Really? I don't agree that strictly limiting plastic production and carbon emissions 100 years ago would have had zero or negative effect on the timeline of apocalyptic climate change or any other existential threat. It might have made us more vulnerable to natural pandemics... but it also would have slowed the emergence of natural pandemics and virtually prohibited artificial pandemics.
> Really? I don't agree that strictly limiting plastic production and carbon emissions 100 years ago would have had zero or negative effect on the timeline of apocalyptic climate change
Neither do I, but then, 100 years ago doesn't clearly meet the description, anyhow. The discovery of the greenhouse effect and CO2’s role in it was after not very long after the dates usually used for the end of the (first) industrial revolution (which is usually what is meant without modifiers, not the second—fourth industrial revolutions) and well over 100 years ago.
> Replace "100 years" with whatever timeframe is perfect for you and I'll make the same argument
At any time before we had the information to understand thr mechanism of problems and evaluate mitigations, its very unlikely that we would choose tbe right mitigations. Sure, if we choose thr mitigations that we would choose based on information today before we had that information, that would be great, but its at least as likely that any attempt to mitigate risk of unknown mechanism vefore we had that infornation would have done exactly the wrong thing.
Basically, “Well, I have information today by which I can design a policy which would have been beneficial if implemented before that information was available” is not an argument that people seeking to mitigate a vaguely imagined risk without any understanding of its mechanism would have the means to design a productive intervention.
I'm saying that with what we know now, it's clear we could have made different choices that would have worked out better for us earlier in industry.
You're saying that the information at the time made it impossible to correctly make the optimal choice. (By that I mean, making the optimal choice would have appeared to be the wrong choice, based on information available.)
I don't agree with your point; I think we knew that burning carbon was going to change the atmosphere for the worse and we could have been more careful by simply burning less carbon. However, I concede that it's unknowable what science and technology would look like if we had done that.
In analogy to AI, that is very much a point of conversation in alignment/safety discussions. Should we wait until we have better tools to figure out alignment, since it's so insanely difficult to figure out now? Frankly, nobody knows for sure the answer to that question either. My contention is that you (and others) are assuming the answer to that question is yes, but that's not necessarily correct, even based on all the information and analogies we have now.
It hasn't been proven possible, but it's reasonable that it's possible. There's no theory I know of saying that it's unlikely to be possible. Compared to FTL travel, for example, which we have theory enough to state is not likely to be possible.

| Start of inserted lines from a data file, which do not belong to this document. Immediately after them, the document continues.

import * as contract from "@shared/contract/catalogue-events";
import { route, type Route } from "../../../http/route";
import { tagged, writeOf } from "../changes/write-of";
import { presentEvent } from "./events.presenter";
import { changeEvent, createEvent, listEvents, removeEvent } from "./events.service";

const list = route(contract.listEvents, async ({ em, query }) => ({ items: (await listEvents(em, query)).map(presentEvent) }));

const create = route(contract.createEvent, async (call) =>
  tagged(call, presentEvent(await createEvent(call.em, { event: call.body, write: writeOf(call) }))));

const put = route(contract.putEvent, async (call) =>
  tagged(call, presentEvent(await changeEvent(call.em, { id: call.params.id, event: call.body, write: writeOf(call) }))));

const remove = route(contract.deleteEvent, async (call) => {
  await removeEvent(call.em, { id: call.params.id, write: writeOf(call) });
  return undefined;
});

export const eventsRoutes: readonly Route[] = [list, create, put, remove];
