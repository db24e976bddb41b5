export const types = "types";
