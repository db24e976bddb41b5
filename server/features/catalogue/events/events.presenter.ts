import type { CatalogueEvent } from "@shared/contract/catalogue-events";
import type { Event } from "../catalogue.entities";
import { versionOf } from "../changes/versions";
import { eventValues } from "../describe";

export const versionOfEvent = (event: Event) => versionOf({ code: event.code, ...eventValues(event) });

export function presentEvent(event: Event): CatalogueEvent {
  const { id, code, name, firstDay, lastDay, region } = event;
  return { id, code, name, firstDay, lastDay, region: region === "" ? null : region, version: versionOfEvent(event) };
}
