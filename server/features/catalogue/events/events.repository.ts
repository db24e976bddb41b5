import type { EntityManager } from "@mikro-orm/postgresql";
import { exists } from "../../../database/exists";
import { EventEntity, type Event } from "../catalogue.entities";

export const findEvent = (em: EntityManager, id: number): Promise<Event | null> => em.findOne(EventEntity, { id });

type Wanted = { code?: string; from?: string; to?: string };

/** Occurrences by first day, of a code and that touch some days where asked for. */
export function findEventsBetween(em: EntityManager, { code, from, to }: Wanted): Promise<Event[]> {
  return em.find(
    EventEntity,
    { ...(code !== undefined && { code }), ...(from !== undefined && { lastDay: { $gte: from } }), ...(to !== undefined && { firstDay: { $lte: to } }) },
    { orderBy: { firstDay: "asc", code: "asc", region: "asc" } },
  );
}

/** The occurrence of a code that begins on a day in a region. */
export function findOccurrence(em: EntityManager, { code, firstDay, region }: Pick<Event, "code" | "firstDay" | "region">): Promise<Event | null> {
  return em.findOne(EventEntity, { code, firstDay, region });
}

/** Whether a store is in a region. */
export const isRegion = (em: EntityManager, region: string): Promise<boolean> => exists(em, "select from stores where region = ?", [region]);
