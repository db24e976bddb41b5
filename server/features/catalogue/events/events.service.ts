import type { EntityManager } from "@mikro-orm/postgresql";
import type { changedEventSchema } from "@shared/contract/catalogue-events";
import type { z } from "zod";
import { notFound, unusable } from "../../../errors";
import { EventEntity, type Event } from "../catalogue.entities";
import type { Author, Write } from "../changes/author";
import { changing } from "../changes/catalogue-lock.repository";
import { recordChange } from "../changes/record-change";
import { requireSeen } from "../changes/versions";
import { eventValues } from "../describe";
import { findLastChange } from "../history/history.repository";
import { versionOfEvent } from "./events.presenter";
import { findEvent, findEventsBetween, findOccurrence, isRegion } from "./events.repository";

type Given = z.output<typeof changedEventSchema>;
type Place = { id: number; write: Write };

/** Occurrences by first day; those of a code, and those that touch some days. */
export const listEvents = findEventsBetween;

/** Enters an occurrence. @throws ProblemError 422 that names a field. */
export function createEvent(em: EntityManager, { event, write }: { event: Given; write: Write }): Promise<Event> {
  return changing(em, async (inner) => {
    const content = await contentOf(inner, { event });
    const row = inner.create(EventEntity, content);
    inner.persist(row);
    recordChange(inner, { by: write.by, what: "event", code: row.code, before: null, after: eventValues(row) });
    return row;
  });
}

/** Changes an occurrence. @throws ProblemError 404, 412, or 422 that names a field. */
export function changeEvent(em: EntityManager, { id, event, write }: Place & { event: Given }): Promise<Event> {
  return changing(em, async (inner) => {
    const row = await seenEvent(inner, { id, write });
    const before = { code: row.code, values: eventValues(row) };
    inner.assign(row, await contentOf(inner, { event, row }));
    recordEdit(inner, { by: write.by, before, row });
    return row;
  });
}

/** One that goes on under another code leaves the history of the first and enters the other's. */
function recordEdit(em: EntityManager, { by, before, row }: { by: Author; before: { code: string; values: ReturnType<typeof eventValues> }; row: Event }): void {
  const after = eventValues(row);
  if (before.code === row.code) {
    recordChange(em, { by, what: "event", code: row.code, before: before.values, after });
    return;
  }
  recordChange(em, { by, what: "event", code: before.code, before: before.values, after: null });
  recordChange(em, { by, what: "event", code: row.code, before: null, after });
}

/** Removes an occurrence; sales that name it keep its code. @throws ProblemError 404 or 412. */
export function removeEvent(em: EntityManager, place: Place): Promise<void> {
  return changing(em, async (inner) => {
    const row = await seenEvent(inner, place);
    inner.remove(row);
    recordChange(inner, { by: place.write.by, what: "event", code: row.code, before: eventValues(row), after: null });
  });
}

async function seenEvent(em: EntityManager, { id, write }: Place): Promise<Event> {
  const row = await findEvent(em, id);
  if (!row) throw notFound("event");
  await requireSeen({
    seen: write.seen, version: versionOfEvent(row), what: `${row.name} from ${row.firstDay}`,
    lastChange: () => findLastChange(em, { kind: "event", what: "event", code: row.code }),
  });
  return row;
}

async function contentOf(em: EntityManager, { event, row }: { event: Given; row?: Event }) {
  const content = { ...event, region: event.region ?? "" };
  if (event.region !== null && !(await isRegion(em, event.region))) {
    throw field("unknown-region", "region", `No store is in the region ${event.region}.`);
  }
  const other = await findOccurrence(em, content);
  if (other && other !== row) throw field("already-there", "firstDay", `${event.code} has an occurrence from ${event.firstDay} already. Change that one.`);
  return content;
}

const field = (code: string, path: string, message: string) => unusable(code, message, [{ path, message }]);
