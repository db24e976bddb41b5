import request from "supertest";
import { afterAll, beforeAll, beforeEach, describe, expect, it, vi } from "vitest";
import type { Role } from "@shared/contract/permissions";
import { AuditEntryEntity } from "../../server/features/accounts";
import { checkExtract, loadExtract } from "../../server/features/extracts";
import { tellOfMissing } from "../../server/features/extracts/notices/missing-sales.service";
import { lookForMissing } from "../../server/features/extracts/notices/watch-sales";
import { salesDue } from "../../server/features/notices";
import { jobDefinitions } from "../../server/job-definitions";
import { OutboxMessageEntity, type OutboxMessage } from "../../server/mail";
import { act, checkedDirectly, loadCatalogueDirectly, loaded, salesFile, startExtractsApp, type ExtractsApp } from "../support/extracts";
import { addPerson, bearerOf, signedIn } from "../support/people";
import { expectProblem } from "../support/problems";

let test: ExtractsApp;
let planner: Awaited<ReturnType<typeof signedIn>>;

beforeAll(async () => {
  test = await startExtractsApp({ worker: false });
  await addPerson(test.services, { roles: ["category-manager"], name: "Nia Frost" });
  await addPerson(test.services, { roles: ["administrator"] });
  const { email } = await addPerson(test.services, { roles: ["planner"], name: "Per Lind" });
  planner = await signedIn(test.app, email);
  await loadCatalogueDirectly(test);
});
afterAll(() => test.stop());
beforeEach(async () => {
  await test.services.pool.query("truncate weekly_sales, weekly_sales_history, sales_confirmations, store_weeks, sent_notices, outbox_messages");
  await test.services.pool.query("delete from extracts where kind = 'sales'; update people set unwanted_notices = '{}'; update chain set sales_due_day = 1, sales_due_hour = 12, time_zone = 'Europe/London'");
});

const outbox = (): Promise<OutboxMessage[]> => test.services.orm.em.fork().find(OutboxMessageEntity, {}, { orderBy: { recipient: "asc", id: "asc" } });
const [june1, june8] = ["2026-06-01", "2026-06-08"];
const row = (week: string, store = "S1", units = 10) => `${week},${store},P1,${units},${(units * 1.79).toFixed(2)},1.79,,0,0,none`;

async function loadDirectly(name: string, ...rows: string[]): Promise<string> {
  const { id } = await checkedDirectly(test, { name, file: salesFile(...rows) });
  await loadExtract(test.services, { extractId: id });
  return id;
}

/** Someone of these roles, who goes when the test ends. */
async function withPerson(person: { roles: Role[]; email: string; name?: string }, run: (id: string) => Promise<void>): Promise<void> {
  const { id } = await addPerson(test.services, person);
  try {
    await run(id);
  } finally {
    await test.services.pool.query("update people set disabled_at = now() where id = $1", [id]);
  }
}
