export const engine = "engine";
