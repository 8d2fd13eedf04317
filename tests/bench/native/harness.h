/* Reads points, times step() over them and prints nanoseconds a step (the least of many batches), then the first point's step. */
#include <math.h>
#include <stdio.h>
#include <stdlib.h>
#include <string.h>
#include <time.h>

/* Fills d with the Newton step J(x) d = -F(x). */
static void step(const double *restrict x, double *restrict d);

static double now(void) {
  struct timespec t;
  clock_gettime(CLOCK_MONOTONIC, &t);
  return 1e9 * (double)t.tv_sec + (double)t.tv_nsec;
}

/* Arguments: unknowns, points, steps a batch, batches. Standard input: the points, as doubles. */
int main(int count, char **words) {
  if (count != 5) return 2;
  const int size = atoi(words[1]), points = atoi(words[2]), steps = atoi(words[3]), batches = atoi(words[4]);
  double *all = malloc(sizeof(double) * (size_t)size * (size_t)points);
  double *x = malloc(sizeof(double) * (size_t)size), *d = malloc(sizeof(double) * (size_t)size);
  if (fread(all, sizeof(double) * (size_t)size, (size_t)points, stdin) != (size_t)points) return 3;
  double least = INFINITY;
  for (int batch = 0; batch < batches; batch++) {
    const double begun = now();
    for (int k = 0; k < steps; k++) {
      memcpy(x, all + (size_t)size * (size_t)(k % points), sizeof(double) * (size_t)size);
      step(x, d);
      for (int j = 0; j < size; j++) x[j] += d[j];
    }
    const double each = (now() - begun) / steps;
    if (each < least) least = each;
  }
  step(all, d);
  printf("%.17g\n", least);
  for (int j = 0; j < size; j++) printf("%.17g\n", d[j]);
  return 0;
}
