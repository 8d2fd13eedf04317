/* Ebers and Moll's transport form with a forward Early voltage, as in lib/devices/bipolar.ts: currents into the pins and slopes. */
struct law { double ic, ib, icF, icR, ibF, ibR; };

static inline struct law transistor(double vbe, double vbc, double Is, double eta, double base_f, double base_r, double early_f) {
  const double ef = expm1(vbe / eta), er = expm1(vbc / eta);
  const double transport = Is * (ef - er), early = 1 - vbc * early_f;
  struct law at;
  at.ibF = base_f * (ef + 1) / eta;
  at.ibR = base_r * (er + 1) / eta;
  at.ib = base_f * ef + base_r * er;
  at.ic = transport * early - base_r * er;
  at.icF = Is * (ef + 1) / eta * early;
  at.icR = -Is * (er + 1) / eta * early - transport * early_f - at.ibR;
  return at;
}
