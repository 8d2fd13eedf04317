/* One Newton step of the transistor array of tests/bench/circuits.ts: each cell is eliminated onto the two lines it hangs on. */
#include "harness.h"
#include "transistor.h"

enum { CELLS = 16, VCC = 0, LINE = 1, SOURCE = 2 + 3 * CELLS };

static const double VT = 1.380649e-23 / 1.602176634e-19 * 298.15;
static const double IS = 2e-15, BASE_F = 2e-15 / 150, BASE_R = 2e-15 / 3, EARLY = 1.0 / 60;
static const double GC = 1 / 1e3, GB = 1 / 100.0, GE = 1 / 330.0, GL = 1 / 100.0, SUPPLY = 5, DRIVE = 1.5 / 100;

static void step(const double *restrict x, double *restrict d) {
  double bySelf = GL, left = GL * x[LINE] - DRIVE, atVcc = -x[SOURCE];
  double rows[CELLS][8];
  d[VCC] = SUPPLY - x[VCC];
  for (int k = 0; k < CELLS; k++) {
    const double c = x[2 + 3 * k], b = x[3 + 3 * k], e = x[4 + 3 * k];
    const struct law q = transistor(b - e, b - c, IS, VT, BASE_F, BASE_R, EARLY);
    /* Unknowns c, b, e: the collector's row, the emitter's, then the base's, which takes the step of the line from outside. */
    const double fc = GC * (c - x[VCC]) + q.ic - GC * d[VCC], fe = GE * e - q.ic - q.ib, fb = GB * (b - x[LINE]) + q.ib;
    const double cc = GC - q.icR, cb = q.icF + q.icR, ce = -q.icF, pc = 1 / cc;
    const double lb = -q.ibR * pc, le = (q.icR + q.ibR) * pc;
    const double bb = GB + q.ibF + q.ibR - lb * cb, be = -q.ibF - lb * ce, fb1 = fb - lb * fc;
    const double eb = -(q.icF + q.icR + q.ibF + q.ibR) - le * cb, ee = GE + q.icF + q.ibF - le * ce, fe1 = fe - le * fc;
    const double pe = 1 / ee, lbe = be * pe, pb = 1 / (bb - lbe * eb), fb2 = fb1 - lbe * fe1;
    /* Base: db = (GB dLine - fb2) pb. */
    bySelf += GB - GB * GB * pb;
    left += GB * (x[LINE] - b) + GB * pb * fb2;
    const double row[8] = {fb2, pb, fe1, eb, pe, fc, cb * pc, ce * pc};
    memcpy(rows[k], row, sizeof row);
    rows[k][5] *= pc;
  }
  d[LINE] = -left / bySelf;
  for (int k = 0; k < CELLS; k++) {
    const double *row = rows[k];
    const double db = (GB * d[LINE] - row[0]) * row[1], de = -(row[2] + row[3] * db) * row[4];
    const double dc = -row[5] - row[6] * db - row[7] * de;
    d[2 + 3 * k] = dc;
    d[3 + 3 * k] = db;
    d[4 + 3 * k] = de;
    atVcc += GC * (x[VCC] - x[2 + 3 * k] + d[VCC] - dc);
  }
  d[SOURCE] = atVcc;
}
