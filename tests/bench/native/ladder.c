/* One Newton step of the diode and resistor ladder of tests/bench/circuits.ts: three diagonals, from the far end to the source. */
#include "harness.h"

#ifndef SECTIONS
#define SECTIONS 10
#endif

static const double VT = 1.380649e-23 / 1.602176634e-19 * 298.15, IS = 1e-12, G = 1 / 100.0, SUPPLY = 5;

static void step(const double *restrict x, double *restrict d) {
  static double ratio[SECTIONS + 1], rest[SECTIONS + 1];
  double pivot = 0, left = 0, above = 0;
  for (int k = SECTIONS; k >= 1; k--) {
    const double e = expm1(x[k] / VT), right = k < SECTIONS ? x[k] - x[k + 1] : 0;
    const double f = G * (x[k] - x[k - 1]) + G * right + IS * e;
    pivot = G + IS / VT * (e + 1) + above;
    left = f + (k < SECTIONS ? rest[k + 1] * G : 0);
    /* d[k] = ratio d[k-1] - rest. */
    ratio[k] = G / pivot;
    rest[k] = left / pivot;
    above = G - G * ratio[k];
  }
  d[0] = SUPPLY - x[0];
  for (int k = 1; k <= SECTIONS; k++) d[k] = ratio[k] * d[k - 1] - rest[k];
  d[SECTIONS + 1] = G * (x[0] - x[1]) - x[SECTIONS + 1] + G * (d[0] - d[1]);
}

https://m.youtube.com/watch?v=2HMPRXstSvQ
We are currently facing the biggest radiologist shortage in the last 30 years.
> It’s the unknowns which are dangerous.
Electricity, the Industrial Revolution, the internet, gene editing/bionengineering also came with unknown existential risks.
> We’re inventing something new in almost every way imaginable.
> I think people assume advancements will accelerate, actually.
This is highly debatable.
> we're talking about the potential to build a new life form with godlike abilities.
Evidence? This has been stated in sci-fi books from before I was born and I don’t see any proof that we’re building something remotely close to this.